Die akustisch evozierten Potentiale liegen im Mikrovoltbereich (0,01 bis 1µV) und bedingen den Einsatz von diversen Verstärkern und Filtern. Im Anschluß daran folgt eine Umwandlung von analogen in digitale Signale, was die Auswertung der AEP am PC ermöglicht.

(42)

Abb.5: Schematischer Aufbau einer ERA-Meßeinheit.

(43)

3.2.2 Geräte-Einstellungen WESTRA ERA Q/S-02^

Der Vorverstärker des WESTRA ERA Q/S-02^ Gerätes arbeitete mit einem Verstärkungsfaktor von 100. Die Leistung des Ableitverstärkers ermöglichte eine 1.000-50.000 fache Verstärkung. Der verwendete Bandpaßfilter der ERA-Meßeinheit hatte eine untere Grenzfrequenz von 100 Hz und eine obere Grenzfrequenz von 1,5 kHz. Die Aufnahmezeit der einzelnen Messungen betrug 20 ms, die Abtastfrequenz 25 kHz.

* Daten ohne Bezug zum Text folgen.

def test_bibd_catalyst_example():
    res = incomplete_anova(catalyst())
    rows = {r["source"]: r for r in res.anova}
    # Montgomery, catalyst BIBD: SS_treatments(adjusted) 22.75, SS_blocks 55.00, SS_E 3.25,
    # F = 11.67, p = 0.0107 (from memory of the book)
    assert rows["treatment"]["ss"] == pytest.approx(22.75, abs=1e-9)
    assert rows["block"]["ss"] == pytest.approx(55.00, abs=1e-9)
    assert rows["residual"]["ss"] == pytest.approx(3.25, abs=1e-9)
    assert rows["treatment"]["f"] == pytest.approx(11.67, abs=0.005)
    assert rows["treatment"]["p"] == pytest.approx(0.0107, abs=5e-5)
    assert res.balance["bibd"] is True
    # Montgomery: a = b = 4, k = 3, r = 3, lambda = 2 (from memory of the book)
    assert (res.balance["block_size"], res.balance["replication"], res.balance["pair_lambda"]) == (3, 3, 2)
    assert res.balance["efficiency"] == pytest.approx(2 * 4 / (3 * 3))


def test_incomplete_least_squares_means_match_statsmodels():
    obs = catalyst()
    res = incomplete_anova(obs)
    import statsmodels.formula.api as smf

    # reference: statsmodels OLS predictions for every treatment in every block, averaged
    fit = smf.ols("value ~ C(block) + C(treatment)", data=obs).fit()
    grid = pd.DataFrame([(t, b) for t in ["1", "2", "3", "4"] for b in ["b1", "b2", "b3", "b4"]],
                        columns=["treatment", "block"])
    lsm = grid.assign(p=fit.predict(grid)).groupby("treatment")["p"].mean()
    ours = res.adjusted_means.set_index("treatment")["adjusted_mean"]
    np.testing.assert_allclose(ours.loc[lsm.index], lsm.to_numpy(), rtol=1e-10)
    # Montgomery's intrablock estimates tau_i = k Q_i / (lambda a): -9/8, -7/8, -4/8, 20/8 around
    # the grand mean 72.5 (from memory of the book)
    np.testing.assert_allclose(ours.to_numpy(), 72.5 + np.array([-9, -7, -4, 20]) / 8, atol=1e-9)


def test_unbalanced_incomplete_matches_statsmodels_sequential_ss():
    rng = np.random.default_rng(31)
    rows = []
    for j in range(9):
        present = rng.choice(5, size=rng.integers(2, 5), replace=False)
        for i in present:
            rows.append((f"t{i}", f"g{j}", 10 + i * 0.5 + j + rng.normal()))
    obs = pd.DataFrame(rows, columns=["treatment", "block", "value"])
    res = incomplete_anova(obs)
    # statsmodels anova_lm typ 1 with blocks entered first (reference library)
    ref = sm_anova(obs, "value ~ C(block) + C(treatment)")
    rows_ = {r["source"]: r for r in res.anova}
    assert rows_["block"]["ss"] == pytest.approx(ref.loc["C(block)", "sum_sq"], rel=1e-9)
    assert rows_["treatment"]["ss"] == pytest.approx(ref.loc["C(treatment)", "sum_sq"], rel=1e-9)
    assert rows_["treatment"]["f"] == pytest.approx(ref.loc["C(treatment)", "F"], rel=1e-8)
    assert rows_["treatment"]["p"] == pytest.approx(ref.loc["C(treatment)", "PR(>F)"], rel=1e-7)
    assert rows_["residual"]["df"] == ref.loc["Residual", "df"]
    assert res.balance["bibd"] is False and res.balance["complete"] is False


def test_incomplete_on_complete_design_agrees_with_rcbd():
    obs = tidy(GRAFT)
    inc = incomplete_anova(obs)
    full = rcbd_anova(obs)
    rows = {r["source"]: r for r in inc.anova}
    # a complete design is a special case: same SS as the Montgomery example above
    assert rows["treatment"]["ss"] == pytest.approx(full.row("treatment")["ss"], rel=1e-10)
    assert inc.balance["complete"] is True and inc.balance["bibd"] is False
    np.testing.assert_allclose(inc.adjusted_means["adjusted_mean"], full.treatment_means["mean"], rtol=1e-12)
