def test_two_treatments_say_the_spread_checks_cannot_tell(cli, tmp_path):
    load(cli, tmp_path, make_runs(versions={"1.4": 0.0, "1.5": -1.0}))
    doc = cli("blocktest", "--metric", "pallets", "--json").json()
    assert doc["diagnostics"]["fligner"]["p"] is None and doc["diagnostics"]["brown_forsythe"]["p"] is None
    assert "spread checks cannot tell anything" in cli("blocktest", "--metric", "pallets").out
    assert doc["failures"]["test"]["method"] == "mcnemar-exact"


def test_identical_ranks_in_every_block_are_said_in_words(cli, tmp_path):
    load(cli, tmp_path, make_runs(versions={"1.4": 0.0, "1.5": -3.0, "1.6": 3.0}))
    doc = cli("blocktest", "--metric", "pallets", "--json").json()
    fr = doc["friedman"]
    assert fr["statistic"] == pytest.approx(8 * 2)  # b (a-1): the largest Friedman chi2 (common practice)
    assert fr["iman_davenport"] is None and fr["p_f"] is None
    text = cli("blocktest", "--metric", "pallets").out
    assert "Iman-Davenport F not defined: the ranks are identical in every block" in text
    assert "= inf" not in text


# --- --pairs nemenyi and the log scale ----------------------------------------------------------

def collapsed_by_hand(runs) -> pd.DataFrame:
    df = pd.DataFrame(runs)
    df = df[df["status"] == "ok"]
    df["treatment"] = "stacker@" + df["version"]
    df["block"] = df["family"] + "/" + df["group"]
    per = df.groupby(["treatment", "block", "instance"], as_index=False)["pallets"].mean()
    return per.groupby(["treatment", "block"], as_index=False)["pallets"].mean().rename(columns={"pallets": "value"})


def test_pairs_nemenyi_on_the_command_line(cli, tmp_path):
    runs = make_runs()
    load(cli, tmp_path, runs)
    doc = cli("blocktest", "--metric", "pallets", "--pairs", "nemenyi", "--json").json()
    assert [p["method"] for p in doc["pairs"]] == ["nemenyi"]
    ne = doc["pairs"][0]
    wide = collapsed_by_hand(runs).pivot(index="block", columns="treatment", values="value")
    ranks = pd.DataFrame(stats.rankdata(wide.to_numpy(), axis=1), columns=wide.columns)  # scipy.stats
    a, b = 3, len(wide)
    # Demsar (2006): CD = q(a, inf) / sqrt 2 * sqrt(a (a+1) / (6 b)), q from scipy's studentized range
    cd = stats.studentized_range.ppf(0.95, a, np.inf) / math.sqrt(2) * math.sqrt(a * (a + 1) / (6 * b))
    assert ne["critical_difference"] == pytest.approx(cd, rel=1e-6)
    for p in ne["pairs"]:
        assert p["diff"] == pytest.approx(ranks[p["first"]].mean() - ranks[p["second"]].mean())
    both = cli("blocktest", "--metric", "pallets", "--pairs", "tukey,nemenyi", "--json").json()
    assert [p["method"] for p in both["pairs"]] == ["tukey", "nemenyi"]
    assert "Nemenyi after Friedman" in cli("blocktest", "--metric", "pallets", "--pairs", "nemenyi").out
    bad = cli("blocktest", "--metric", "pallets", "--pairs", "scheffe")
    assert bad.code == 2 and "--pairs scheffe: choose tukey, conover or nemenyi" in bad.err
    assert len(bad.err.strip().splitlines()) == 1 and "Traceback" not in bad.err


def test_log_scale_pairs_are_also_ratios_of_geometric_means(cli, tmp_path):
    runs = make_runs()
    load(cli, tmp_path, runs)
    doc = cli("blocktest", "--metric", "pallets", "--transform", "log", "--pairs", "tukey", "--json").json()
    table = collapsed_by_hand(runs)
    geo = {t: stats.gmean(g["value"]) for t, g in table.groupby("treatment")}  # scipy.stats
    means = {m["treatment"]: m["geometric_mean"] for m in doc["treatment_means"]}
    assert means == pytest.approx(geo)
    for p in doc["pairs"][0]["pairs"]:
        assert p["ratio"] == pytest.approx(geo[p["first"]] / geo[p["second"]])
        assert p["percent"] == pytest.approx(100 * (geo[p["first"]] / geo[p["second"]] - 1))
        assert p["ratio_low"] == pytest.approx(math.exp(p["ci_low"])) and p["ratio_high"] == pytest.approx(math.exp(p["ci_high"]))
    text = cli("blocktest", "--metric", "pallets", "--transform", "log", "--pairs", "tukey").out
    assert "geometric mean" in text and "ratio 95 % interval" in text


# --- the report ----------------------------------------------------------------------------------

def test_the_report_has_the_failures_part(failing, cli, tmp_path):
    aid = cli("versus", "stacker@1.4", "--metric", "pallets", "--json").json()["analysis_id"]
    out = tmp_path / "r.html"
    assert cli("export", str(aid), "--to", str(out)).code == 0
    page = out.read_text()
    assert "<h3>failures</h3>" in page and "solving depends on the treatment" in page
    assert "unsolved by the baseline only" in page


# --- performance profiles count a failure as never solved ---------------------------------------

def test_performance_ratios_count_a_failure_as_never_solved():
    from warehouse.present import figures as F

    # Dolan and More, Math. Programming 91 (2002): a solver that fails on a problem has an infinite
    # ratio there (their r_M), so it is never within any factor tau of the best
    cells = pd.DataFrame([("A", "p1", 1.0), ("B", "p1", 2.0), ("A", "p2", 4.0), ("B", "p2", np.nan),
                          ("A", "p3", np.nan), ("B", "p3", np.nan), ("A", "p4", 5.0)],
                         columns=["treatment", "instance", "value"])  # B never ran p4: left out
    r = F.performance_ratios(cells, "min")
    assert list(r.index) == ["p1", "p2", "p3"]
    assert r["A"].tolist() == [1.0, 1.0, math.inf] and r["B"].tolist() == [2.0, math.inf, math.inf]
    assert F.profile_share(r, 1e9).tolist() == pytest.approx([2 / 3, 1 / 3])
    taus, shares = F.profile_steps(r["B"])
    assert taus.tolist() == [1.0, 2.0] and shares.tolist() == pytest.approx([0.0, 1 / 3])
    line = F.performance_profile(cells, "min", "seconds").axes[0].get_lines()[1]
    assert max(line.get_ydata()) == pytest.approx(1 / 3)


def test_plot_performance_keeps_instances_a_treatment_failed(cli, tmp_path, wh):
    from warehouse.collapse.observations import collapse
    from warehouse.collapse.settings import Collapse
    from warehouse.present import figures as F
    from warehouse.select.slices import parse

    runs = make_runs(fail={("1.6", "oversize"): 1.0})  # 1.6 never solves an oversize instance
    load(cli, tmp_path, runs)
    with wh.engine.connect() as conn:
        every = collapse(conn, parse(""), "seconds", Collapse()).every_cell
    r = F.performance_ratios(every, "min")
    assert len(r) == 24 and int(np.isinf(r["stacker@1.6"]).sum()) == 12
    assert cli("plot", "performance", "--metric", "pallets", "--to", str(tmp_path / "p.png")).code == 0


# --- the demo ------------------------------------------------------------------------------------

def test_the_demo_catches_the_variant_that_times_out_on_oversize(tmp_path):
    from warehouse.demo.walk import run_demo

    done = run_demo(str(tmp_path / "yard"))
    versus = next(s for s in done.doc["steps"] if s["step"] == "versus")["result"]
    caution = next(w for w in versus["warnings"] if w.startswith("failure rates differ"))
    assert "stacker@1.6-greedy" in caution
    greedy = next(r for r in versus["failures"]["follow_ups"] if r["treatment"] == "stacker@1.6-greedy")
    assert greedy["p_adjusted"] < 0.05 and greedy["unsolved_only_by_treatment"] > greedy["unsolved_only_by_baseline"]
    assert "fails more" in done.text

Bei den sieben bis neun Tage alten Katzenwelpen wurde die Ableitung von FAEP nur mit einem Stimulus von 100 dB nHL durchgeführt. Die Stimulation der älteren Katzen erfolgte in 10 dB Abständen in einem Bereich von 100 bis 50 und 50 bis 0 dB nHL. Das verwendete Meßgerät ist in der Lage, 6-fach quasisimultane Messungen durchzuführen, d. h. die unterschiedlich starken Stimuli werden in bestimmter Reihenfolge nacheinander ausgegeben, und die dazugehörigen sechs FAEP werden parallel durch den Averager verarbeitet.

Die Ausgabe der Stimuli erfolgte monoaural über einen Lautsprecher der Firma Westra Electronic GmbH. Als akustischer Stimulus wurden biphasische Rechteckimpulse (sog. Clicks) mit einer Pulsdauer 0,15 ms und einer Frequenz von 20 Hz verwendet. Die Meßkurven setzten sich aus jeweils 500 Einzelableitungen zusammen.

NICOLET MEDIAN^

Dieses ERA-Meßgerät verwendet einen Bandpaßfilter mit einer unteren Grenzfrequenz von 150 Hz und einer oberen Grenzfrequenz von 2 kHz.

Die Messung der FAEP erfolgte standardmäßig mit 70 dB nHL, bei Bedarf erfolgte weitere Aufnahmen in 20 dB Schritten über den Bereich von 80 - 20 dB nHL. Die Messung der unterschiedlichen Schalldruckpegeln wurde mit dem Nicolet Median^ nacheinander durchgeführt, eine quasisimultane Messungen wurde nicht verwendet.